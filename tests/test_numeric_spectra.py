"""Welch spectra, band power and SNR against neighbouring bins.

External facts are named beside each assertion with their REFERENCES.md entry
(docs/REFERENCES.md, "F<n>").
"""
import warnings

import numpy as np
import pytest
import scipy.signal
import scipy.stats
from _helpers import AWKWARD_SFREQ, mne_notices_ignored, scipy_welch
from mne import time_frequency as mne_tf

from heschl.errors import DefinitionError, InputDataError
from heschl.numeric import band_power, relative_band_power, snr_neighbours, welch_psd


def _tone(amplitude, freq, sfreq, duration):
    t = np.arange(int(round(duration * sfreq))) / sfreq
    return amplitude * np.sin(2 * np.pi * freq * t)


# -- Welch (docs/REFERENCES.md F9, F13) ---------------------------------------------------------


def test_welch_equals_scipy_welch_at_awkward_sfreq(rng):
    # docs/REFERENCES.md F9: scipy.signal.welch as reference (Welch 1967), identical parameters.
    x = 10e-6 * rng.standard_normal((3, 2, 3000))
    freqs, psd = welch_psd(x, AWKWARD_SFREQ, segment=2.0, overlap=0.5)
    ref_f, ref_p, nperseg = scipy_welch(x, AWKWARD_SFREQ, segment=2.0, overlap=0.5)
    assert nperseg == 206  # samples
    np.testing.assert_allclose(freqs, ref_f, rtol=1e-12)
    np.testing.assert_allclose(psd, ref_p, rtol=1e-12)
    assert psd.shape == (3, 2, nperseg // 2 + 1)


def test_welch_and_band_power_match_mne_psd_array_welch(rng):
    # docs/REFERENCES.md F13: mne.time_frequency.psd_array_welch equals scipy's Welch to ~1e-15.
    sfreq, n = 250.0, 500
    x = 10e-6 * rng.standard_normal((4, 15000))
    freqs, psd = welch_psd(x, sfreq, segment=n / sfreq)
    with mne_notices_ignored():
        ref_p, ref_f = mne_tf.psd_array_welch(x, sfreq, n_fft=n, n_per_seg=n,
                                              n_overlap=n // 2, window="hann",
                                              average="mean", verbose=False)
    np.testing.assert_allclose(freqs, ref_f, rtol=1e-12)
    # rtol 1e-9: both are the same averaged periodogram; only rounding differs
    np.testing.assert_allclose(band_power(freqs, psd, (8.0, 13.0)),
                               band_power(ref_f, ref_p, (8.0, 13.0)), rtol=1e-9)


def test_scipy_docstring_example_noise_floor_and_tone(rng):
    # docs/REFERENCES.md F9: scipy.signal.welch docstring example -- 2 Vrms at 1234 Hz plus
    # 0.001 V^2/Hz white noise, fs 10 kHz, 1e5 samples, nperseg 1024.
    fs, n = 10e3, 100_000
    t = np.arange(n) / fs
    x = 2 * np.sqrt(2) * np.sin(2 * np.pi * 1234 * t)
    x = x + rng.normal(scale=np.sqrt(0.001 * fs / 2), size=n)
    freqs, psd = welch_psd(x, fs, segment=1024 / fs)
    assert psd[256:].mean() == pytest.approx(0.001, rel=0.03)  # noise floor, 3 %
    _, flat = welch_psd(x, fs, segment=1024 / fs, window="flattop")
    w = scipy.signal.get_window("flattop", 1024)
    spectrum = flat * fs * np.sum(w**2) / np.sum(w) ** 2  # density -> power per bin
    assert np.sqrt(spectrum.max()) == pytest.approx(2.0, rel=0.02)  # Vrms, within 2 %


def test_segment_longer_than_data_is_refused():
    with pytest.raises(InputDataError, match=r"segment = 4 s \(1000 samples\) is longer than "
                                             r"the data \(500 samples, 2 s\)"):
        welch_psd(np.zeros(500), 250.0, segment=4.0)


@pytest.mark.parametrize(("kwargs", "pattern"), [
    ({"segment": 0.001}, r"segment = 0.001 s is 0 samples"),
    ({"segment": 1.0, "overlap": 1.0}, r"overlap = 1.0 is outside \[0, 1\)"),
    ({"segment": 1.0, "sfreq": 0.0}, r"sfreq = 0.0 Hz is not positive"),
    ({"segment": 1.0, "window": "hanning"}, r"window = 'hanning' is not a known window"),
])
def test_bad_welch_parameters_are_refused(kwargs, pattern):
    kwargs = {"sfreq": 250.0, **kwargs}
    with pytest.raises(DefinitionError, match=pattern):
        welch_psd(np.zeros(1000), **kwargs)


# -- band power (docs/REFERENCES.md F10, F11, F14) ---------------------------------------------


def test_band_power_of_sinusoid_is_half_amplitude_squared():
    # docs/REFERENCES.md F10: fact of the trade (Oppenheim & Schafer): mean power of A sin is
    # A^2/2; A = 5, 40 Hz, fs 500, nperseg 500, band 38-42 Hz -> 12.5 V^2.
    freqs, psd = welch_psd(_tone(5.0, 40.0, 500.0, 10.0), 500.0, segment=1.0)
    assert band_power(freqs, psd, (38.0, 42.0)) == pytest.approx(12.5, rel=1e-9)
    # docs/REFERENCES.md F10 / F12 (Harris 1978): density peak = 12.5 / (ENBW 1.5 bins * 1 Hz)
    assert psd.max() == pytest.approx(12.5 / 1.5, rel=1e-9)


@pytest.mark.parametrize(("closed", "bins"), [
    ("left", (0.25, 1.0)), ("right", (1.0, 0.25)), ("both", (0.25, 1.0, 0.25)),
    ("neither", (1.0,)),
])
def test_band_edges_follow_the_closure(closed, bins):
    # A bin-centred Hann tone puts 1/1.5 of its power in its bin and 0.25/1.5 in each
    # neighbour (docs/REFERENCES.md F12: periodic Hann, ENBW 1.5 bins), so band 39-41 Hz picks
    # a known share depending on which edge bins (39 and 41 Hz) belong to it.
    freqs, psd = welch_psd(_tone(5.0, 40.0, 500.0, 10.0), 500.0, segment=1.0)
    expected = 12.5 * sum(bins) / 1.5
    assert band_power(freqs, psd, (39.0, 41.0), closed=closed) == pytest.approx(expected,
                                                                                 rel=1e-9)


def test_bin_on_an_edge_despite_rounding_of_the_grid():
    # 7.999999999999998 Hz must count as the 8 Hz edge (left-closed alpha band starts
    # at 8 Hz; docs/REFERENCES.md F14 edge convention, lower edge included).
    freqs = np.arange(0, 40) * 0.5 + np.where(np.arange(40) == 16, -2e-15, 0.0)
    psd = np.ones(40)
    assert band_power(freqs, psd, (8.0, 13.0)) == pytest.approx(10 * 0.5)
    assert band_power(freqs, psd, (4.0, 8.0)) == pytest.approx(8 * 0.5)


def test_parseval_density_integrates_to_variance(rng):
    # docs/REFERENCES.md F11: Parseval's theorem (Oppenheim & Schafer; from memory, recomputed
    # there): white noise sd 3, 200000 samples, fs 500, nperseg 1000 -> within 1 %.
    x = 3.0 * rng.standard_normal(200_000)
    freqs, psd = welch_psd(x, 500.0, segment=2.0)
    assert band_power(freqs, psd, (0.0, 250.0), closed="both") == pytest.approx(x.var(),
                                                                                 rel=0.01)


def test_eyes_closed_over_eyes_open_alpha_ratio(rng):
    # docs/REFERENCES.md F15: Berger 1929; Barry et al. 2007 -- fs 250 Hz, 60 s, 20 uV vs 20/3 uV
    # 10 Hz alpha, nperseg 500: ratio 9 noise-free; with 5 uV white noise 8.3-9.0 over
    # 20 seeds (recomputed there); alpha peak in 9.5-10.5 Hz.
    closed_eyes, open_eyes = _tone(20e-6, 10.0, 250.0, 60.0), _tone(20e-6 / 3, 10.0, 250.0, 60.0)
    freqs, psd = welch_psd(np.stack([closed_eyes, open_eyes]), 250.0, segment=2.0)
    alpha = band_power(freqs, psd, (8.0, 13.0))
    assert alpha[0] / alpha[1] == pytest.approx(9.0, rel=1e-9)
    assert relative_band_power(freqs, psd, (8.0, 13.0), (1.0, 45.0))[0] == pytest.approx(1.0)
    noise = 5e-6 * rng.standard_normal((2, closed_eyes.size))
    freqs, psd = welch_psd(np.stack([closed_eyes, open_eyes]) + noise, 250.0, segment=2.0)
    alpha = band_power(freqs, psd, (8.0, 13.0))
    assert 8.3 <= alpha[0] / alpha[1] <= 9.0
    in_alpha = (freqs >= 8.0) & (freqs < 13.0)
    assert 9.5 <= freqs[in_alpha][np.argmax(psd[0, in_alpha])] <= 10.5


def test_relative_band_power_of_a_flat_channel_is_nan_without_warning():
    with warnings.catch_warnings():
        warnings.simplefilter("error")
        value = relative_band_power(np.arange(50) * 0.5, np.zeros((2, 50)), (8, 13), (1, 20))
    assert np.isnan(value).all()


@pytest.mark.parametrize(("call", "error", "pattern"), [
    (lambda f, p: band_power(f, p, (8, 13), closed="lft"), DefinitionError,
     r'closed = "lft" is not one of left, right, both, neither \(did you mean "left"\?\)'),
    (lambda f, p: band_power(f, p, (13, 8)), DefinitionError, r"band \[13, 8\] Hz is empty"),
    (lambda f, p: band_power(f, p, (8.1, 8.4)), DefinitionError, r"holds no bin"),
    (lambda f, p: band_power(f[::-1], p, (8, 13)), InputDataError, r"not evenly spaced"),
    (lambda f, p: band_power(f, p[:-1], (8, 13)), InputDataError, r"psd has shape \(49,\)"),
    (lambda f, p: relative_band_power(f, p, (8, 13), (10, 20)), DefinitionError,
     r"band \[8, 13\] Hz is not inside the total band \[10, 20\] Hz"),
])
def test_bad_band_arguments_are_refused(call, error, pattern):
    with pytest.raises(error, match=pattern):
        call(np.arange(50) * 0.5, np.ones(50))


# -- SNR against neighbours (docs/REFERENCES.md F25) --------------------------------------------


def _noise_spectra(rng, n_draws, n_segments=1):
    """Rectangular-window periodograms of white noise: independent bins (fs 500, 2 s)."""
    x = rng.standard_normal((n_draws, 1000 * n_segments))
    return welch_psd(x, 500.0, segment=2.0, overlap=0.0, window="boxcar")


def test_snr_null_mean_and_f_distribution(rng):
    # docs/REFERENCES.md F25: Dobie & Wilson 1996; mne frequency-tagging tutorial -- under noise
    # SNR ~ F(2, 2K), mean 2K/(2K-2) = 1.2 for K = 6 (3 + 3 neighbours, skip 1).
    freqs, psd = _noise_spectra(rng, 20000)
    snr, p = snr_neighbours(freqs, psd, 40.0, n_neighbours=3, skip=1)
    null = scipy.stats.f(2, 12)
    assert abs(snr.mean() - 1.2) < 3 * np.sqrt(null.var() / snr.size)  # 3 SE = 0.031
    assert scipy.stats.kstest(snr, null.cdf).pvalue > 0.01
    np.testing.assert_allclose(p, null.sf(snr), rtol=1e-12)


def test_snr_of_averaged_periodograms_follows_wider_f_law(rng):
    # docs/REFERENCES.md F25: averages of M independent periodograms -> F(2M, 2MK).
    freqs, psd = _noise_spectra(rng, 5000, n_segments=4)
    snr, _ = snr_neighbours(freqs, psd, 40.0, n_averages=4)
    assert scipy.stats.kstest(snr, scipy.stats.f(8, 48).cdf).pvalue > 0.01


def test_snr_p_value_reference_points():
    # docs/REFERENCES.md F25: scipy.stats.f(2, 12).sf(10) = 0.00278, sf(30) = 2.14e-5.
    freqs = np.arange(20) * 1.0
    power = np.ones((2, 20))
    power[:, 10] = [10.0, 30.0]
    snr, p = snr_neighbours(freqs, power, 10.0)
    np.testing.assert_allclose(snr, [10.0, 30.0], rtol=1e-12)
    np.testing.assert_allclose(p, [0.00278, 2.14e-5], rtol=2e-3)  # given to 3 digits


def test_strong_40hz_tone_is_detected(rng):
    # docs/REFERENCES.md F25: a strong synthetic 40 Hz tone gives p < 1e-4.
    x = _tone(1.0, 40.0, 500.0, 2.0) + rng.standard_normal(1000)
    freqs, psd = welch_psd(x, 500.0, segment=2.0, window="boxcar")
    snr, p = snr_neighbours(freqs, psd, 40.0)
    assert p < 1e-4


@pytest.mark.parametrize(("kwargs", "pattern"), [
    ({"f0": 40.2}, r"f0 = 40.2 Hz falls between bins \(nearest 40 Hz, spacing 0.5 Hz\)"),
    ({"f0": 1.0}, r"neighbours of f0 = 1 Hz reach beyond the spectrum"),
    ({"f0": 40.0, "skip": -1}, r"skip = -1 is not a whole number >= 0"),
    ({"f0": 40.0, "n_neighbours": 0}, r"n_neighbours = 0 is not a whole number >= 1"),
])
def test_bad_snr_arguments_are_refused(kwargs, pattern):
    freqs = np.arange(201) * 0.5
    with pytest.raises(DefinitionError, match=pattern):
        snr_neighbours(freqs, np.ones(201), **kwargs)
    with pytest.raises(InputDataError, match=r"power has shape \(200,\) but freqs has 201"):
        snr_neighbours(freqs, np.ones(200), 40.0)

********************

> **Action item**
When a line in the material includes the word "spectrum", copy it out.

> **Response for this exercise**
    spectrum = flat * fs * np.sum(w**2) / np.sum(w) ** 2  # density -> power per bin
    assert np.sqrt(spectrum.max()) == pytest.approx(2.0, rel=0.02)  # Vrms, within 2 %
    ({"f0": 1.0}, r"neighbours of f0 = 1 Hz reach beyond the spectrum"),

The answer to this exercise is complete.